#### What to work on
Find all lines in the records that include the word "export", and copy them out.

[Entries taken from a collection]
========================

/** A form that batches come and go in: chunks of bytes in, rows answered in order, bytes out. */
import type { AnswerColumn } from './answer-columns.ts';
import type { ByteWriter } from './byte-writer.ts';
import type { Asking, Trouble } from './question-column.ts';
import type { FixedParts } from './row-layout.ts';

export interface BatchSetup {
  readonly asking: Asking;
  readonly fixed: FixedParts;
  readonly columns: readonly AnswerColumn[];
  readonly writer: ByteWriter;
  /** Adds a column that names the media answered outside the range of their fits. */
  readonly marksOutside: boolean;
  /** Adds the whole answer to each row, where the form can hold it. */
  readonly whole: boolean;
  /** False answers row by row even what could go in bulk, for comparison. */
  readonly bulk?: boolean;
  /** The bytes a message may have. */
  readonly wording: (text: string) => string;
  /** Names of columns that are passed on unread, once they are known. */
  readonly passedOn: (names: readonly string[]) => void;
}

/** Names of what is added behind the answers. */
export const OUTSIDE_COLUMN = 'outside';
export const ERROR_COLUMN = 'error';
export const ANSWER_KEY = 'answer';

/** More rows may be at hand; or more bytes are needed. */
export type Step = 'more' | 'hungry';

export interface BatchFormat {
  /** Bytes of the input; they stay as they are until the next ones come. */
  readonly push: (chunk: Buffer) => void;
  /** The input has ended. Another may follow. */
  readonly end: () => void;
  /** Answers up to `limit` rows. A promise where a row has to be waited for. */
  readonly run: (limit: number) => Step | Promise<Step>;
  readonly rows: number;
  /** True while rows take long, each a question of its own. */
  readonly slow: boolean;
  /** Rows that were not answered. */
  readonly failed: number;
  /** Why the batch cannot go on. */
  readonly fatal: Trouble | undefined;
}

/** "line 3: ...; ..." */
export const rowMessage = (line: number, { message, remedy }: Trouble): string =>
  `line ${line}: ${message}; ${remedy}`;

========================

#### Result
export interface BatchSetup {
export const OUTSIDE_COLUMN = 'outside';
export const ERROR_COLUMN = 'error';
export const ANSWER_KEY = 'answer';
export type Step = 'more' | 'hungry';
export interface BatchFormat {
export const rowMessage = (line: number, { message, remedy }: Trouble): string =>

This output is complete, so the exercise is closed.